-- Opening Marker --
@pytest.mark.slow
@pytest.mark.browser
@pytest.mark.skipif(not Path(CHROMIUM).exists(), reason=f"{CHROMIUM} is missing (Debian chromium package)")
def test_hostile_values_reach_the_pages_as_text_only(tmp_path, capsys):
    """
    Station ids, a line id, the fault name, a file name and the survey name
    carry markup that runs script if a page inserts it unescaped, and
    template syntax that runs if any text is compiled as a template; after a
    whole run both pages, opened in chromium, show every value verbatim and
    never run it, and the GeoPackage and run.json hold it verbatim.
    """
    import json
    import sqlite3
    import tomllib

    sync_api = pytest.importorskip("playwright.sync_api", reason="python playwright is not installed")
    frame, fault = small_survey()
    station_ids = {}
    for k, text in enumerate(HOSTILE):
        row = 3 + 25 * k
        frame.loc[row, "STN"] = f"{text}-{k}"
        station_ids[row] = f"{text}-{k}"
    frame.loc[frame.LINE == "L02", "LINE"] = HOSTILE[1]
    # A basemap attribution is user text too (the tiles themselves are blocked below).
    publish = FAST.replace("false", "true") + (f'tiles = "https://tiles.example.invalid/{{z}}/{{x}}/{{y}}.png"\n'
                                               f"tiles_attribution = {json.dumps('Invented tiles ' + HOSTILE[2])}\n")
    project = write_survey(tmp_path / "s", "gpkg", frame=frame, fault=fault, extra_project=publish)
    fault_file = "faults {{7*7}} $x$.gpkg"
    gpd.GeoDataFrame({"FAULT": [HOSTILE[0] + TEMPLATE_FAULT], "dip": [80.0], "dip_dir": [90.0]},
                     geometry=[fault], crs=UTM).to_file(project.parent / fault_file, layer="faults")
    edit(project, 'path = "faults.gpkg"', f"path = {json.dumps(fault_file)}")
    name = " ".join(HOSTILE)
    edit(project, 'name = "Test survey"', f"name = {json.dumps(name)}")  # a TOML basic string
    out = tmp_path / "out"
    code = main(["run", str(project), "--out", str(out), "--workers", "1", "--quiet"])
    assert code == 0, capsys.readouterr().err

    # The GeoPackage holds the ids as given (read with sqlite3, not with geosp).
    with sqlite3.connect(out / "interpretation.gpkg") as db:
        ids = {r[0] for r in db.execute("SELECT station_id FROM stations")}
        lines = {r[0] for r in db.execute("SELECT line_id FROM stations")}
        faults = {r[0] for r in db.execute("SELECT fault_id FROM fault_segments")}
    assert set(station_ids.values()) <= ids
    assert HOSTILE[1] in lines
    assert faults == {HOSTILE[0] + TEMPLATE_FAULT}
    # run.json keeps the project text as written and names the input files.
    provenance = json.loads((out / "run.json").read_text(encoding="utf-8"))
    assert tomllib.loads(provenance["project_text"])["survey"]["name"] == name
    assert fault_file in provenance["inputs"]

    with sync_api.sync_playwright() as pw:
        browser = pw.chromium.launch(executable_path=CHROMIUM, args=[
            "--no-sandbox", "--disable-gpu", "--disable-background-networking", "--disable-component-update",
            "--no-first-run", "--disable-sync"])
        try:
            for page_name in ("map.html", "report.html"):
                page = browser.new_page()
                page.route("**/*", lambda r: r.continue_() if r.request.url.startswith(("file:", "data:"))
                           else r.abort())
                page.goto((out / page_name).as_uri())
                page.wait_for_load_state("load")
                page.wait_for_timeout(500)
                assert page.evaluate("typeof window.__pwned") == "undefined", page_name
                assert page.evaluate("document.querySelectorAll('img[src=\"x\"], svg[onload]').length") == 0
                text = page.inner_text("body")
                # The survey name (every value) is the title of both pages.
                for value in HOSTILE:
                    assert value in text, (page_name, value)
                assert "A49B" not in text and "F42" not in text
                if page_name == "map.html":
                    attribution = page.inner_text(".leaflet-control-attribution")
                    assert "Invented tiles " + HOSTILE[2] in attribution
                    # Popups and tooltips show a feature's HTML; read it as the browser shows it.
                    shown = page.evaluate("""() => {
                        const map = Object.values(window).find(v => v instanceof L.Map);
                        const out = {stations: [], faults: []};
                        const as_text = h => { const d = document.createElement('div');
                                               d.innerHTML = h; return d.textContent; };
                        map.eachLayer(l => {
                            const p = l.feature && l.feature.properties;
                            if (p && p.Station !== undefined) out.stations.push(as_text(p.Station));
                            if (p && p.Fault !== undefined) out.faults.push(as_text(p.Fault));
                        });
                        return out;
                    }""")
                    assert set(station_ids.values()) <= set(shown["stations"])
                    assert set(shown["faults"]) == {HOSTILE[0] + TEMPLATE_FAULT}
                else:
                    assert HOSTILE[0] + TEMPLATE_FAULT in text
                page.close()
        finally:
            browser.close()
-- Closing Marker --
* What you will do *
Transcribe each entry word for word.

* Task response *
@pytest.mark.slow
@pytest.mark.browser
@pytest.mark.skipif(not Path(CHROMIUM).exists(), reason=f"{CHROMIUM} is missing (Debian chromium package)")
def test_hostile_values_reach_the_pages_as_text_only(tmp_path, capsys):
    """
    Station ids, a line id, the fault name, a file name and the survey name
    carry markup that runs script if a page inserts it unescaped, and
    template syntax that runs if any text is compiled as a template; after a
    whole run both pages, opened in chromium, show every value verbatim and
    never run it, and the GeoPackage and run.json hold it verbatim.
    """
    import json
    import sqlite3
    import tomllib

    sync_api = pytest.importorskip("playwright.sync_api", reason="python playwright is not installed")
    frame, fault = small_survey()
    station_ids = {}
    for k, text in enumerate(HOSTILE):
        row = 3 + 25 * k
        frame.loc[row, "STN"] = f"{text}-{k}"
        station_ids[row] = f"{text}-{k}"
    frame.loc[frame.LINE == "L02", "LINE"] = HOSTILE[1]
    # A basemap attribution is user text too (the tiles themselves are blocked below).
    publish = FAST.replace("false", "true") + (f'tiles = "https://tiles.example.invalid/{{z}}/{{x}}/{{y}}.png"\n'
                                               f"tiles_attribution = {json.dumps('Invented tiles ' + HOSTILE[2])}\n")
    project = write_survey(tmp_path / "s", "gpkg", frame=frame, fault=fault, extra_project=publish)
    fault_file = "faults {{7*7}} $x$.gpkg"
    gpd.GeoDataFrame({"FAULT": [HOSTILE[0] + TEMPLATE_FAULT], "dip": [80.0], "dip_dir": [90.0]},
                     geometry=[fault], crs=UTM).to_file(project.parent / fault_file, layer="faults")
    edit(project, 'path = "faults.gpkg"', f"path = {json.dumps(fault_file)}")
    name = " ".join(HOSTILE)
    edit(project, 'name = "Test survey"', f"name = {json.dumps(name)}")  # a TOML basic string
    out = tmp_path / "out"
    code = main(["run", str(project), "--out", str(out), "--workers", "1", "--quiet"])
    assert code == 0, capsys.readouterr().err

    # The GeoPackage holds the ids as given (read with sqlite3, not with geosp).
    with sqlite3.connect(out / "interpretation.gpkg") as db:
        ids = {r[0] for r in db.execute("SELECT station_id FROM stations")}
        lines = {r[0] for r in db.execute("SELECT line_id FROM stations")}
        faults = {r[0] for r in db.execute("SELECT fault_id FROM fault_segments")}
    assert set(station_ids.values()) <= ids
    assert HOSTILE[1] in lines
    assert faults == {HOSTILE[0] + TEMPLATE_FAULT}
    # run.json keeps the project text as written and names the input files.
    provenance = json.loads((out / "run.json").read_text(encoding="utf-8"))
    assert tomllib.loads(provenance["project_text"])["survey"]["name"] == name
    assert fault_file in provenance["inputs"]

    with sync_api.sync_playwright() as pw:
        browser = pw.chromium.launch(executable_path=CHROMIUM, args=[
            "--no-sandbox", "--disable-gpu", "--disable-background-networking", "--disable-component-update",
            "--no-first-run", "--disable-sync"])
        try:
            for page_name in ("map.html", "report.html"):
                page = browser.new_page()
                page.route("**/*", lambda r: r.continue_() if r.request.url.startswith(("file:", "data:"))
                           else r.abort())
                page.goto((out / page_name).as_uri())
                page.wait_for_load_state("load")
                page.wait_for_timeout(500)
                assert page.evaluate("typeof window.__pwned") == "undefined", page_name
                assert page.evaluate("document.querySelectorAll('img[src=\"x\"], svg[onload]').length") == 0
                text = page.inner_text("body")
                # The survey name (every value) is the title of both pages.
                for value in HOSTILE:
                    assert value in text, (page_name, value)
                assert "A49B" not in text and "F42" not in text
                if page_name == "map.html":
                    attribution = page.inner_text(".leaflet-control-attribution")
                    assert "Invented tiles " + HOSTILE[2] in attribution
                    # Popups and tooltips show a feature's HTML; read it as the browser shows it.
                    shown = page.evaluate("""() => {
                        const map = Object.values(window).find(v => v instanceof L.Map);
                        const out = {stations: [], faults: []};
                        const as_text = h => { const d = document.createElement('div');
                                               d.innerHTML = h; return d.textContent; };
                        map.eachLayer(l => {
                            const p = l.feature && l.feature.properties;
                            if (p && p.Station !== undefined) out.stations.push(as_text(p.Station));
                            if (p && p.Fault !== undefined) out.faults.push(as_text(p.Fault));
                        });
                        return out;
                    }""")
                    assert set(station_ids.values()) <= set(shown["stations"])
                    assert set(shown["faults"]) == {HOSTILE[0] + TEMPLATE_FAULT}
                else:
                    assert HOSTILE[0] + TEMPLATE_FAULT in text
                page.close()
        finally:
            browser.close()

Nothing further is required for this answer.